An der Wiener Staatsoper kam das Werk in den ersten Jahren des Siegeszuges zweier anderer Primadonnen für einige Spielzeiten ins Repertoire. Direktor Egon Seefehlner nutzte die Popularität dreier junger Sängerinnen, um den Versuch einer Bellini-Renaissance fortzusetzen, der mit Norma kurz zuvor nur mäßiger Erfolg beschieden war. Edita Gruberova und Sona Ghazarian alternierten als Julia, Agnes Baltsa war der Romeo. Doch Riccardo Muti winkte nach den Erfahrungen mit den Bellini-Ressentiments der Wiener Opernkräfte ab. Er realisierte die Oper mit der Gruberova und der Baltsa lieber im Studio mit dem Ensemble der Covent Garden Oper London (EMI/Warner). An der Mailänder Scala brachte Muti die Capuleti 1987 mit der Baltsa und June Anderson heraus.
Einen frühen Versuch mit dem Werk hat der 28-jährige Lorin Maazel am Vorabend seines internationalen Ruhms für die RAI Rom gestartet. Damals stand ihm immerhin die junge Fiorenza Cossotto als streitbarer, aber auch koloraturgewandter Romeo zur Verfügung. Ihr zur Seite, nicht ganz ebenbürtig, vor allem wenig höhensicher, aber zu feinen Belcantolinien fähig die Julia von Antonietta Pastori und der nicht mehr als solide Tebaldo Renato Gavarini. Hörenswert allerdings, wie Maazel das Rundfunkorchester zu einer differenzierten, leidenschaftlich durchpulsten Spielweise animiert, die kenntlich macht, wieviel tatsächlich in Bellinis viel verlästerten »Begleitungmusiken« steckt.

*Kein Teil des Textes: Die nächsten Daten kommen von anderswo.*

//! What can only be seen from inside: frozen bytes, a full disk, the settings of a connection, every value through a file.

use std::borrow::Cow;
use std::path::{Path, PathBuf};

use chrono::{DateTime, FixedOffset};
use proptest::prelude::*;
use proptest::strategy::ValueTree;
use proptest::test_runner::TestRunner;

use super::body::{self, Body, Record};
use super::canonical::strategy;
use super::*;
use crate::entry::*;
use crate::gas::Species;
use crate::quantity::*;

/// A folder of its own that goes when the test ends.
struct Folder(PathBuf);

impl Folder {
    fn new(name: &str) -> Self {
        let path = std::env::temp_dir().join(format!("ebbline-book-{}-{name}", std::process::id()));
        std::fs::create_dir_all(&path).unwrap();
        Self(path)
    }

    fn book(&self) -> PathBuf {
        self.0.join("book.db")
    }
}

impl Drop for Folder {
    fn drop(&mut self) {
        let _ = std::fs::remove_dir_all(&self.0);
    }
}

fn time(text: &str) -> DateTime<FixedOffset> {
    DateTime::parse_from_rfc3339(text).unwrap()
}

/// Runs `what` with a stamp whose salts count up: enough where nothing depends on chance.
fn stamped<T>(what: impl FnOnce(&mut Stamp<'_>) -> T) -> T {
    static DRAWN: std::sync::atomic::AtomicU64 = std::sync::atomic::AtomicU64::new(1);
    let mut salt = || {
        let drawn = DRAWN.fetch_add(1, std::sync::atomic::Ordering::Relaxed);
        let mut salt = [0; 16];
        salt[..8].copy_from_slice(&drawn.to_le_bytes());
        salt
    };
    what(&mut Stamp { at: time("2026-11-12T10:00:00+11:00"), salt: &mut salt })
}

fn begin(path: &Path) -> Book {
    stamped(|stamp| Book::open_or_begin(path, &Options::default(), stamp)).unwrap()
}

fn files(of: &str) -> SourceFiles {
    SourceFiles {
        run_file_name: format!("{of}.toml"),
        run_file: format!("# {of}").into_bytes(),
        readings_name: format!("{of}.csv"),
        readings: b"ip,flow\n".to_vec(),
    }
}

#[test]
fn any_runs_and_entries_come_back_from_a_file_to_the_last_bit() {
    let folder = Folder::new("round-trip");
    let mut book = begin(&folder.book());
    let mut runner = TestRunner::deterministic();
    let mut draw = |strategy: BoxedStrategy<Run>| strategy.new_tree(&mut runner).unwrap().current();
    let runs: Vec<Run> = (0..200).map(|_| draw(strategy::run())).collect();
    let sources: Vec<SourceFiles> = (0..runs.len()).map(|n| files(&format!("run {n}"))).collect();
    let items: Vec<ToImport<'_>> =
        runs.iter().zip(&sources).map(|(run, files)| ToImport { run, files }).collect();
    let recorded = stamped(|stamp| book.import_many(&items, stamp)).unwrap();
    drop(book);
    let book = Book::open_to_read(&folder.book(), &Options::default()).unwrap();
    for (index, recorded) in recorded.iter().enumerate() {
        assert!(recorded.new);
        let record = book.run(recorded.number).unwrap();
        // Debug shows the bits that matter: the sign of a nought, the offset of a time; a NaN equals itself.
        assert_eq!(format!("{:?}", record.run), format!("{:?}", runs[index]));
        let header = |run: &Run| {
            body::write(&Record {
                at: run.taken,
                body: Body::RunRestated { run: recorded.number, replaces: 1, header: Cow::Borrowed(run) },
            })
        };
        assert_eq!(header(&record.run), header(&runs[index]));
        assert_eq!(book.source_of(recorded.number).unwrap().as_ref(), Some(&sources[index]));
    }
    assert_eq!(book.check(&[]).unwrap().wrong, None);
    assert_eq!(book.runs(&RunQuery::default()).unwrap().len(), runs.len());
}

#[test]
fn any_decision_is_listed_with_its_figures_or_without_those_that_are_none() {
    let folder = Folder::new("decisions");
    let mut book = begin(&folder.book());
    let (run, files) = (sample_run(), files("a"));
    let number = stamped(|stamp| book.import(ToImport { run: &run, files: &files }, stamp)).unwrap().number;
    let mut runner = TestRunner::deterministic();
    for _ in 0..60 {
        let decision = strategy::decision().new_tree(&mut runner).unwrap().current();
        stamped(|stamp| book.decide(number, decision.clone(), stamp)).unwrap();
        let stored = book.decision(number).unwrap().unwrap();
        assert_eq!(format!("{stored:?}"), format!("{decision:?}"));
        let row = book.runs(&RunQuery::default()).unwrap().remove(0).decision.unwrap();
        let flow = decision.figures.flow_l_min;
        // SQLite keeps a negative nought of a list as nought; the decision itself keeps its sign.
        let listed = (!flow.is_nan()).then_some((flow + 0.0).to_bits());
        assert_eq!(row.flow_l_min.map(f64::to_bits), listed);
        assert_eq!((row.verdict, row.decided), (decision.verdict, decision.at));
    }
    assert_eq!(book.check(&[]).unwrap().wrong, None);
}

#[test]
fn each_connection_has_the_settings_the_record_rests_on() {
    let folder = Folder::new("settings");
    let book = begin(&folder.book());
    let text = |name: &str| {
        book.connection
            .pragma_query_value(None, name, |row| row.get::<_, rusqlite::types::Value>(0))
            .map(|value| format!("{value:?}"))
            .unwrap()
    };
    assert_eq!(text("journal_mode"), "Text(\"wal\")");
    assert_eq!(text("synchronous"), "Integer(2)", "FULL");
    for on in ["secure_delete", "recursive_triggers", "foreign_keys", "cell_size_check"] {
        assert_eq!(text(on), "Integer(1)", "{on}");
    }
    assert_eq!(text("busy_timeout"), "Integer(5000)");
}

#[test]
fn a_full_disk_is_said_and_nothing_of_the_runs_remains() {
    let folder = Folder::new("full");
    let mut book = begin(&folder.book());
    let run = sample_run();
    stamped(|stamp| book.import(ToImport { run: &run, files: &files("first") }, stamp)).unwrap();
    // SQLite reports the same for a file that may not grow as for a disk without room.
    let pages: i64 = book.connection.pragma_query_value(None, "page_count", |row| row.get(0)).unwrap();
    book.connection.pragma_update_and_check(None, "max_page_count", pages + 1, |_| Ok(())).unwrap();
    let large = SourceFiles { readings: vec![b'7'; 100_000], ..files("second") };
    let small = files("third");
    let both = [ToImport { run: &run, files: &small }, ToImport { run: &run, files: &large }];
    let refused = stamped(|stamp| book.import_many(&both, stamp)).unwrap_err();
    assert!(matches!(refused, BookError::Full { .. }), "{refused}");
    assert!(!refused.is_of_the_call());
    assert!(refused.to_string().contains("is full: nothing was recorded"), "{refused}");
    drop(book);
    let book = Book::open_to_read(&folder.book(), &Options::default()).unwrap();
    let check = book.check(&[]).unwrap();
    assert_eq!((check.wrong, check.runs), (None, 1));
}

/// A run written out by hand, with something in most of its fields.
fn sample_run() -> Run {
    let reads_at = ReferenceConditions {
        temperature: Temperature::from_c(20.0),
        pressure: AbsolutePressure::STANDARD_ATMOSPHERE,
    };
    let point = |bar: f64, flow: f64, sweep| PointReading {
        pressure: Indication::Gauge(GaugePressure::from_bar(bar)),
        flow: IndicatedFlow::from_l_min(flow),
        timed: (bar > 9.0)
            .then_some(TimedVolume { volume: Volume::from_l(1.0), duration: Span::from_s(114.0) }),
        pressure_scatter: None,
        flow_scatter: Some(IndicatedFlow::from_l_min(0.0002)),
        averaged: 12.0,
        temperature: Some(Temperature::from_c(21.5)),
        barometer: None,
        meter_temperature: None,
        meter_pressure: None,
        sweep: Some(sweep),
        time_s: Some(bar * 60.0),
    };
    Run {
        orifice: Id::new("CMF-0417").unwrap(),
        build: Build::ThinPlate,
        gas: Species::Oxygen,
        purity: Some(Purity { fraction: 0.995, expanded: 0.003 }),
        purpose: Purpose::AsFound,
        taken: time("2026-11-12T09:40:00+11:00"),
        technician: Some("Ilse Várga".into()),
        readings: Readings::Points(vec![
            point(6.0, 0.3356, Sweep::Rising),
            point(8.0, 0.4312, Sweep::Rising),
            point(10.0, 0.5268, Sweep::Falling),
        ]),
        conditions: Conditions {
            barometer: Influence {
                value: Some(AbsolutePressure::from_pa(100_920.0)),
                expanded: Some(PressureDifference::from_pa(100.0)),
            },
            ..Conditions::default()
        },
        before: ZeroAndLeak { zero: Some(IndicatedFlow::from_l_min(0.0001)), leak_pa_s: None },
        after: ZeroAndLeak { zero: None, leak_pa_s: Some(3.5) },
        meter: Meter {
            id: Some(Id::new("FM-01").unwrap()),
            kind: MeterKind::Mass { reads_at, made_for: Species::Air, gas_factor: None },
            papers: Papers {
                gain: Some(0.008),
                zero: Some(IndicatedFlow::from_l_min(0.0006)),
                noise: Some(Amount::OfReading(0.002)),
                resolution: Some(IndicatedFlow::from_l_min(0.0001)),
                coverage: 2.0,
                range: Some((IndicatedFlow::from_l_min(0.02), IndicatedFlow::from_l_min(2.0))),
                certificate: Some("FM-2026-118".into()),
                due: chrono::NaiveDate::from_ymd_opt(2027, 3, 1),
            },
        },
        transducer: Transducer {
            id: None,
            papers: Papers {
                gain: Some(0.002),
                zero: Some(PressureDifference::from_pa(1000.0)),
                noise: Some(Amount::Fixed(PressureDifference::from_pa(400.0))),
                resolution: None,
                coverage: 2.0,
                range: None,
                certificate: None,
                due: None,
            },
        },
        acceptance: Some(Acceptance {
            id: None,
            ip: GaugePressure::from_bar(10.0),
            flow: StpdFlow::from_l_min(0.48),
            gas: None,
            tolerance: Tolerance::Relative(0.05),
            rule: Rule::Guarded,
            limits: Limits::DEFAULT,
        }),
        left_out: vec![LeftOut { point: 2, why: "door opened".into() }],
    }
}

Freunde schöner Tenor-Stimmen kommen daher nicht an einem der Live-Mitschnitte aus jener Aufführungsserie vorbei, die Claudio Abbado Mitte der Sechzigerjahre an verschiedenen Opernhäusern von Italien bis Holland dirigierte. Margherita Rinaldi war die Julia bei der Aufführung, die 1966 in Den Haag mitgeschnitten wurde, Renata Scotto sang bei der Premiere an der Mailänder Scala, 1968. Die Alt-Partie des Romeo wurde jeweils von einem Tenor gesungen, dem damals unangefochtene Star unter den jungen, aufstrebenden Belcanto-Künstlern, Giacomo Aragall. Er bekam für die kämpferischen Auseinandersetzungen mit seinem Widersacher Tebaldo den noch nicht ganz so bekannten Luciano Pavarotti zur Seite gesellt - das Duett Romeo/Tabaldo mit dem gemeinsam erklommenen hohe B dieser beiden Stimmen kurz vor Erscheinen des Trauerzuges muß man gehört haben. Es versetzte die Melomanen jener Ära in Euphorie und machte I Capuleti e i Montecchi in weiten Opernkreisen endlich wieder zu einem Begriff.